Hi,
I have a problem interpreting my results and would like to ask for your help.
I have a table of expression values which looks like that:
ctrl.high ctrl.low log_ratio gene1 9.572083 6.461176 3.1109074 gene2 2.725700 3.354198 -0.6284985 gene3 10.002005 8.190133 1.8118717 gene4 3.812149 1.90948 1.9026686 gene5 5.561375 3.16058 2.4007949 gene6 5.515633 3.394174 2.1214594
The goal is to try and identify the differentially regulated genes between the two fractions (high vs. low). to do so, I calculated the log-ratio for each of the genes (high- low as this are log values) to identify the fold-changes between the two of them.

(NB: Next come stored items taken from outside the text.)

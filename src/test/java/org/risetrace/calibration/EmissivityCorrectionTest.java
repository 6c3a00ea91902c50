package org.risetrace.calibration;

import org.junit.jupiter.api.Test;

import static org.junit.jupiter.api.Assertions.assertEquals;
import static org.junit.jupiter.api.Assertions.assertThrows;
import static org.junit.jupiter.api.Assertions.assertTrue;

class EmissivityCorrectionTest {
    private static final double[] LWIR = {7.5, 14};
    /** A narrow band at 10 um, where band radiance is L_lambda(10 um) times the width to 1e-6 relative. */
    private static final double[] NARROW_10_UM = {9.99, 10.01};
    /** Effectively all wavelengths, where band radiance is sigma T^4 / pi (Stefan-Boltzmann). */
    private static final double[] FULL_SPECTRUM = {0.01, 1.0e6};

    @Test
    void unitEmissivityLeavesTemperatureUnchanged() {
        // definition of apparent temperature: a blackbody reads its own temperature
        for (double c : new double[]{-40, 0, 25, 87.5, 500}) {
            assertEquals(c, EmissivityCorrection.objectCelsius(c, 1.0, 22, LWIR), 0.0);
            assertEquals(c, EmissivityCorrection.apparentCelsius(c, 1.0, 22, LWIR), 0.0);
        }
    }

    @Test
    void apparentEqualToReflectedGivesObjectEqualToApparentForAnyEmissivity() {
        // the correction equation with L(T_app) = L(T_refl): L(T_obj) = L(T_app) (1 - (1 - e)) / e = L(T_app)
        for (double e : new double[]{0.02, 0.1, 0.5, 0.95})
            for (double c : new double[]{-30, 21.7, 60, 300})
                assertEquals(c, EmissivityCorrection.objectCelsius(c, e, c, LWIR), 1e-6, "e = " + e + ", " + c + " C");
    }

    @Test
    void narrowBandWorkedExampleMatchesHandArithmetic() {
        // Worked by hand, monochromatic at lambda = 10 um, c2 = 14387.768775 um K (CODATA 2018):
        //   T_app = 50 C = 323.15 K: x_a = 1438.7769/323.15 = 4.452350, e^x_a = 85.82840, 1/(e^x_a - 1) = 0.01178851
        //   T_refl = 20 C = 293.15 K: x_r = 1438.7769/293.15 = 4.907989, e^x_r = 135.36687, 1/(e^x_r - 1) = 0.00744231
        //   e = 0.5: 1/(e^x_o - 1) = (0.01178851 - 0.5 * 0.00744231) / 0.5 = 0.01613470
        //   x_o = ln(1 + 1/0.01613470) = 4.142789, T_obj = 1438.7769/4.142789 = 347.2967 K = 74.1467 C
        // A 0.02 um band differs from the single wavelength by ~1e-6 relative, the table by under 1 mK: within 1 mK
        // (was 50 mK, which a band or table error 50 times the stated accuracy would have passed)
        assertEquals(74.1467, EmissivityCorrection.objectCelsius(50, 0.5, 20, NARROW_10_UM), 0.001);
        assertEquals(50.0, EmissivityCorrection.apparentCelsius(74.1467, 0.5, 20, NARROW_10_UM), 0.001);
    }

    @Test
    void fullSpectrumMatchesStefanBoltzmannArithmetic() {
        // Over all wavelengths L = sigma T^4 / pi, so T_obj^4 = (T_app^4 - (1 - e) T_refl^4) / e (Stefan-Boltzmann):
        //   323.15^4 = 1.0904773e10, 293.15^4 = 7.3851546e9
        //   (1.0904773e10 - 0.5 * 7.3851546e9) / 0.5 = 1.4424392e10, fourth root = 346.5568 K = 73.4068 C
        assertEquals(73.4068, EmissivityCorrection.objectCelsius(50, 0.5, 20, FULL_SPECTRUM), 0.001);
        // the band result lies between the 10 um and the full-spectrum one: the long-wave band is nearer 10 um
        double band = EmissivityCorrection.objectCelsius(50, 0.5, 20, LWIR);
        assertTrue(band > 73.4068 && band < 74.1467 + 0.5, "7.5-14 um result " + band);
    }

    @Test
    void apparentAndObjectAreInverses() {
        for (double e : new double[]{0.05, 0.3, 0.7, 0.95})
            for (double obj = -20; obj <= 400; obj += 13.3) {
                double app = EmissivityCorrection.apparentCelsius(obj, e, 23, LWIR);
                assertEquals(obj, EmissivityCorrection.objectCelsius(app, e, 23, LWIR), 1e-3, "e = " + e + ", " + obj + " C");
            }
    }

    @Test
    void lowEmissivityPartReadsColderThanItIs() {
        // fact of the trade: a hot shiny part reads colder, between its temperature and the room's
        double app = EmissivityCorrection.apparentCelsius(80, 0.1, 22, LWIR);
        assertTrue(app > 22 && app < 40, "apparent " + app);
    }

    @Test
    void atmosphereFormReducesToBenchFormAtUnitTransmission() {
        assertEquals(EmissivityCorrection.objectCelsius(45, 0.6, 21, LWIR),
                EmissivityCorrection.objectCelsius(45, 0.6, 21, 1.0, 30, LWIR), 1e-9);
        assertEquals(EmissivityCorrection.apparentCelsius(45, 0.6, 21, LWIR),
                EmissivityCorrection.apparentCelsius(45, 0.6, 21, 1.0, 30, LWIR), 1e-9);
    }

    @Test
    void atmosphereFormMatchesStefanBoltzmannArithmetic() {
        // Full spectrum, T_obj = 100 C = 373.15 K, e = 0.8, T_refl = T_atm = 20 C = 293.15 K, tau = 0.9:
        //   T_app^4 = 0.9 (0.8 * 373.15^4 + 0.2 * 293.15^4) + 0.1 * 293.15^4
        //           = 0.9 (0.8 * 1.938803e10 + 0.2 * 7.385155e9) + 7.385155e8
        //           = 0.9 (1.551043e10 + 1.477031e9) + 7.385155e8 = 1.528872e10 + 7.385155e8 = 1.602723e10
        //   T_app = (1.602723e10)^(1/4) = 355.807 K = 82.657 C
        assertEquals(82.657, EmissivityCorrection.apparentCelsius(100, 0.8, 20, 0.9, 20, FULL_SPECTRUM), 0.001);
        assertEquals(100, EmissivityCorrection.objectCelsius(82.657, 0.8, 20, 0.9, 20, FULL_SPECTRUM), 0.001);
        double app = EmissivityCorrection.apparentCelsius(100, 0.8, 20, 0.7, 35, LWIR);
        assertEquals(100, EmissivityCorrection.objectCelsius(app, 0.8, 20, 0.7, 35, LWIR), 1e-3);
    }

    @Test
    void rasterCorrectionMatchesPerPixelCorrection() {
        float[] app = {20f, 25f, Float.NaN, 60f, 150f, 5f};
        float[] out = new float[app.length];
        EmissivityCorrection.objectCelsius(app, out, 0.4, 22, LWIR);
        for (int i = 0; i < app.length; i++) {
            if (Float.isNaN(app[i])) assertTrue(Float.isNaN(out[i]));
            else assertEquals(EmissivityCorrection.objectCelsius(app[i], 0.4, 22, LWIR), out[i], 1e-4);
        }
        // a reading far below the reflected temperature on a shiny part has no physical object temperature
        float[] impossible = {-60f};
        EmissivityCorrection.objectCelsius(impossible, impossible, 0.05, 40, LWIR);
        assertTrue(Float.isNaN(impossible[0]));
    }

    @Test
    void argumentsOutsideThePhysicsAreRejected() {
        assertThrows(IllegalArgumentException.class, () -> EmissivityCorrection.objectCelsius(30, 0.0, 20, LWIR));
        assertThrows(IllegalArgumentException.class, () -> EmissivityCorrection.objectCelsius(30, -0.2, 20, LWIR));
        assertThrows(IllegalArgumentException.class, () -> EmissivityCorrection.objectCelsius(30, 1.01, 20, LWIR));
        assertThrows(IllegalArgumentException.class, () -> EmissivityCorrection.objectCelsius(30, Double.NaN, 20, LWIR));
        assertThrows(IllegalArgumentException.class, () -> EmissivityCorrection.apparentCelsius(30, 1.5, 20, LWIR));
        assertThrows(IllegalArgumentException.class, () -> EmissivityCorrection.objectCelsius(-300, 0.9, 20, LWIR));
        assertThrows(IllegalArgumentException.class, () -> EmissivityCorrection.objectCelsius(30, 0.9, 20, 0, 20, LWIR));
        // L(T_app) < (1 - e) L(T_refl): the object would have to emit negative radiance
        IllegalArgumentException e = assertThrows(IllegalArgumentException.class,
                () -> EmissivityCorrection.objectCelsius(-50, 0.05, 40, LWIR));
        assertTrue(e.getMessage().contains("absolute zero"), e.getMessage());
    }
}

At first we thought about taking the mean+/- twice the standard deviation of the means as a threshold to decide which genes are significantly deregulated, mainly because this is how the biologist wanted it to be analyzed, but after looking at the distribution of the data I am not certain anymore that this is the right choice.
So I have a couple of questions regarding this kind of analysis:
Is it possible to discriminate differentially regulated genes based on the mean of the log-values of their expression? Are there any papers for or against this method of calculations?
I upload the image of the distribution of the log-values. I expected it to be a normal-distributed around 1, but as it looks like, there is a second peak at the left side of the plot. I know that this is probably a very vague question, but is there a way to explain this kind second peak or to find out how it happens?
Thanks
A.
My recommendation, tell the biologists they need to invest a bit more into replication, otherwise the experiment cannot be analyzed and published(!). Refuse to analyze the experiment otherwise, it is not worth wasting your and your clients time with sub-par analysis attempts, when investing a few hundred eur/dollars you can get so much more.
Good news with about replicates, follow Stefano's recommendations then. Start normalization and then run statistical test(s) from scratch if at all possible. Correct for multiple testing.